◆ SUPPLIED RECORDS
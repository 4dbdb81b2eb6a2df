"""Where a network and its setting come from: files, the bundled demo, or objects the caller made.

:func:`resolve_inputs` is the one rule every entry point (the Python API and every command)
uses: a network given as a reactions table, a folder holding one, SBML or cobra JSON (or a
``cobra.Model``), and an environment file (TOML) or :class:`~tfa.network.environment.Environment`;
with neither, the bundled network at its own environment (demo data: the invented Kestrel Ridge
vent field); a network given without an environment (and none beside it) gets the neutral
default built from it (:mod:`tfa.network.default_environment`). Condition overrides
(``celsius``, ``ph``, ``ionic_strength``, ``pressure``, ``pmg``) replace the environment's. The
network is completed once on reading (:func:`tfa.network.completion.complete_network`).
"""

from __future__ import annotations

import logging
import warnings
from dataclasses import dataclass, field
from pathlib import Path
from typing import Any

import cobra
import pandas as pd

from ..conditions import ModelRangeWarning, condition_overrides
from ..errors import InputError
from ..util.files import check_input_file, read_input_text
from .bundled import bundled_environment_path, bundled_folder
from .default_environment import neutral_environment, with_demand
from .environment import Environment
from .io_sbml import TABLE_SUFFIXES
from .io_sbml import load_network as read_any
from .io_table import reaction_values_beside

logger = logging.getLogger(__name__)

#: File name of a network's own table of data sources, beside its reactions table.
SOURCES_FILES = (("sources.tsv", "\t"), ("sources.csv", ","))


@dataclass
class Inputs:
    """A network and its setting as read, with where each came from.

    Attributes
    ----------
    model : cobra.Model
    environment : Environment
    network_source, environment_source : str
        Plain words: the files read (or "bundled network ...", "cobra model ...").
    literature_path : Path or None
        The network's own table of reaction values, when there is one.
    network_folder : Path or None
        The folder of the network's files.
    warnings : list of str
        Model-range warnings raised while reading (conditions past a model's usual range).
    completion : NetworkCompletion or None
        The identifier mapping, roles and warnings filled in on reading
        (:func:`tfa.network.completion.complete_network`).
    """

    model: cobra.Model
    environment: Environment
    network_source: str
    environment_source: str
    literature_path: Path | None = None
    network_folder: Path | None = None
    warnings: list[str] = field(default_factory=list)
    completion: Any = None

    def network_sources(self) -> pd.DataFrame | None:
        """The network's own ``sources.tsv`` (or ``.csv``) beside its reactions table, if any."""
        return network_sources(self.network_folder)


def _network_folder(path: Path) -> Path:
    return path if path.is_dir() else path.parent


def default_environment_path(network: str | Path | None) -> Path | None:
    """``environment.toml`` beside a network's files, when there is one."""
    if network is None:
        return None
    candidate = _network_folder(Path(network)) / "environment.toml"
    return candidate if candidate.is_file() else None


def resolve_inputs(network: Any = None, environment: Any = None,
                   compounds: str | Path | None = None, require_balanced: bool = True,
                   h2: str | None = None, demand: str | None = None,
                   identifiers: str | Path | None = None,
                   **conditions: float | None) -> Inputs:
    """Read the network and the environment as ``tfa`` resolves them everywhere (see
    :func:`_resolve`); model-range warnings raised on the way are recorded in
    :attr:`Inputs.warnings` (and shown as usual)."""
    with warnings.catch_warnings(record=True) as caught:
        warnings.simplefilter("always", ModelRangeWarning)
        inputs = _resolve(network, environment, compounds, require_balanced, h2, demand,
                          identifiers, **conditions)
    for item in caught:
        if issubclass(item.category, ModelRangeWarning) and str(item.message) not in inputs.warnings:
            inputs.warnings.append(str(item.message))
        warnings.warn_explicit(item.message, item.category, item.filename, item.lineno)
    return inputs


def _resolve(network: Any = None, environment: Any = None,
             compounds: str | Path | None = None, require_balanced: bool = True,
             h2: str | None = None, demand: str | None = None,
             identifiers: str | Path | None = None,
             **conditions: float | None) -> Inputs:
    """Read the network and the environment as ``tfa`` resolves them everywhere.

    Parameters
    ----------
    network : None, path or cobra.Model
        None: the bundled network; a path: reactions table, folder, SBML or cobra JSON.
    environment : None, path or Environment
        None: ``environment.toml`` beside the network; for a network without one, the neutral
        default built from it (:mod:`tfa.network.default_environment`); for the bundled
        network, its own.
    compounds : path, optional
        Compounds table, when not ``compounds.tsv`` beside the reactions table.
    require_balanced : bool
        Refuse unbalanced reactions (the checker reads them anyway to report them).
    h2, demand : str, optional
        The H2 compound and the demand reaction (``--h2``, ``--demand``), when no role or
        environment names them.
    identifiers : path, optional
        The user's table of identifiers (default ``identifiers.tsv`` beside the network).
    conditions : float
        ``celsius`` [degC], ``ph``, ``ionic_strength`` [mol/L], ``pressure`` [bar], ``pmg``:
        overrides of the environment's conditions (None: keep).

    Raises
    ------
    InputError
        A missing file, a malformed table, an object of the wrong type.
    """
    literature = None
    folder = None
    if network is None:
        folder = bundled_folder()
        model = read_any(folder / "reactions.tsv", require_balanced=require_balanced)
        literature = reaction_values_beside(folder / "reactions.tsv")
        network_source = f"bundled network ({folder / 'reactions.tsv'})"
        default_env = bundled_environment_path()
    elif isinstance(network, (str, Path)):
        path = Path(network)
        if not path.exists():
            raise InputError(f"{path}: no such file or folder; give a reactions table, a folder "
                             "holding reactions.tsv, or an SBML/JSON file")
        if compounds is not None and not Path(compounds).is_file():
            raise InputError(f"{compounds}: no such compounds table; give the path of "
                             "compounds.tsv or leave --compounds out")
        model = read_any(path, compounds, require_balanced=require_balanced)
        folder = _network_folder(path)
        # the readers keep a reaction_values_path note only within the file's folder
        note = (model.notes or {}).get("reaction_values_path")
        literature = Path(note) if note else reaction_values_beside(folder / "reactions.tsv")
        if literature is not None:
            model.notes["reaction_values_path"] = str(literature)
        network_source = str(path)
        default_env = default_environment_path(path)
    elif isinstance(network, cobra.Model):
        model = network
        # a model made in Python is the caller's own: its note is followed, through the gate
        path = (model.notes or {}).get("reaction_values_path")
        literature = (check_input_file(path, "reaction values named by the model's note")
                      if path else None)
        network_source = f"cobra model {model.id}"
        default_env = None
    else:
        raise InputError(f"network: expected a path or a cobra.Model, got {type(network).__name__}")
    completion = _complete(model, network, identifiers, h2)
    if environment is None and default_env is None:
        env = neutral_environment(model, demand)
        env_source = "built from the network"
    elif environment is None or isinstance(environment, (str, Path)):
        env_path = Path(environment) if environment is not None else default_env
        env = Environment.from_toml(env_path)
        env_source = str(env_path)
    elif isinstance(environment, Environment):
        env = environment
        env_source = environment.source or environment.name
    else:
        raise InputError(f"environment: expected a path or an Environment, got "
                         f"{type(environment).__name__}")
    if demand is not None and env.demand_reaction != demand:
        env = with_demand(env, model, demand)
    changes = condition_overrides(conditions)
    if "ph" in changes:   # the gradient's outer protons move with the pH (dpH kept)
        from .mixing_line import environment_with_ph
        env = environment_with_ph(env, model, changes.pop("ph"))
    if changes:
        env = env.with_conditions(**changes)
    inputs = Inputs(model, env, network_source, env_source, literature, folder,
                    completion=completion)
    from .compartments import compartment_warnings

    for text in compartment_warnings(model, env):   # a compartment without a stated pH: say so
        logger.warning("%s", text)
        inputs.warnings.append(text)
    return inputs


def _complete(model: cobra.Model, network: Any, identifiers: str | Path | None, h2: str | None):
    """:func:`tfa.network.completion.complete_network` as the inputs call it."""
    from ..thermo.database import ThermoDatabase
    from .completion import complete_network
    from .identifiers import identifier_table_beside

    path = Path(network) if isinstance(network, (str, Path)) else None
    from_table = network is None or (path is not None and (
        path.is_dir() or path.suffix.lower() in TABLE_SUFFIXES))
    table = identifiers if identifiers is not None else identifier_table_beside(path)
    if identifiers is not None and not Path(identifiers).is_file():
        raise InputError(f"{identifiers}: no such identifiers table; give the path of a table "
                         "with columns compound and thermo_key")
    return complete_network(model, ThermoDatabase.load(), from_table, table, h2)


def load_network(path: str | Path | None = None, compounds: str | Path | None = None,
                 require_balanced: bool = True) -> cobra.Model:
    """Read a network: a reactions table (``.tsv``/``.csv``, ``compounds.tsv`` beside it), a
    folder holding ``reactions.tsv``, SBML (``.xml``) or cobra JSON; None reads the bundled
    network (demo data: the invented Kestrel Ridge vent field).

    Raises
    ------
    InputError
        Missing file, malformed table (with file and line), unbalanced reaction.
    """
    return resolve_inputs(path, None, compounds, require_balanced=require_balanced).model


def load_environment(path: str | Path | None = None, network: str | Path | None = None,
                     **conditions: float | None) -> Environment:
    """Read an environment file (TOML); without ``path`` the ``environment.toml`` beside the
    network, else the bundled one. ``conditions`` (``celsius``, ``ph``, ``ionic_strength``,
    ``pressure``, ``pmg``) override the file's."""
    env_path = Path(path) if path is not None else default_environment_path(network)
    environment = Environment.from_toml(env_path or bundled_environment_path())
    changes = condition_overrides(conditions)
    return environment.with_conditions(**changes) if changes else environment


def network_sources(folder: Path | None) -> pd.DataFrame | None:
    """A network's own table of data sources (``key, authors, year, citation, doi,
    peer_reviewed``) from ``sources.tsv``/``.csv`` in its folder; None when there is none.

    Raises
    ------
    InputError
        When the file exists but cannot be read as a table.
    """
    if folder is None:
        return None
    import io

    for name, sep in SOURCES_FILES:
        path = folder / name
        if path.exists():
            text = read_input_text(path, "table of sources")
            try:
                frame = pd.read_csv(io.StringIO(text), sep=sep, comment="#", dtype=str,
                                    keep_default_na=False)
            except (pd.errors.ParserError, pd.errors.EmptyDataError) as err:
                raise InputError(f"{path}: cannot be read as a table ({err}); fix it or remove it")
            return frame if "key" in frame.columns else None
    return None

◆ PROBLEM DESCRIPTION
Return, exactly, the lines from the first line of the records above to the line containing "from .io_sbml import TABLE_SUFFIXES", both included.

◆ WRITTEN RESPONSE
repository 4dbdb81b2eb6a2df
"""Where a network and its setting come from: files, the bundled demo, or objects the caller made.

:func:`resolve_inputs` is the one rule every entry point (the Python API and every command)
uses: a network given as a reactions table, a folder holding one, SBML or cobra JSON (or a
``cobra.Model``), and an environment file (TOML) or :class:`~tfa.network.environment.Environment`;
with neither, the bundled network at its own environment (demo data: the invented Kestrel Ridge
vent field); a network given without an environment (and none beside it) gets the neutral
default built from it (:mod:`tfa.network.default_environment`). Condition overrides
(``celsius``, ``ph``, ``ionic_strength``, ``pressure``, ``pmg``) replace the environment's. The
network is completed once on reading (:func:`tfa.network.completion.complete_network`).
"""

from __future__ import annotations

import logging
import warnings
from dataclasses import dataclass, field
from pathlib import Path
from typing import Any

import cobra
import pandas as pd

from ..conditions import ModelRangeWarning, condition_overrides
from ..errors import InputError
from ..util.files import check_input_file, read_input_text
from .bundled import bundled_environment_path, bundled_folder
from .default_environment import neutral_environment, with_demand
from .environment import Environment
from .io_sbml import TABLE_SUFFIXES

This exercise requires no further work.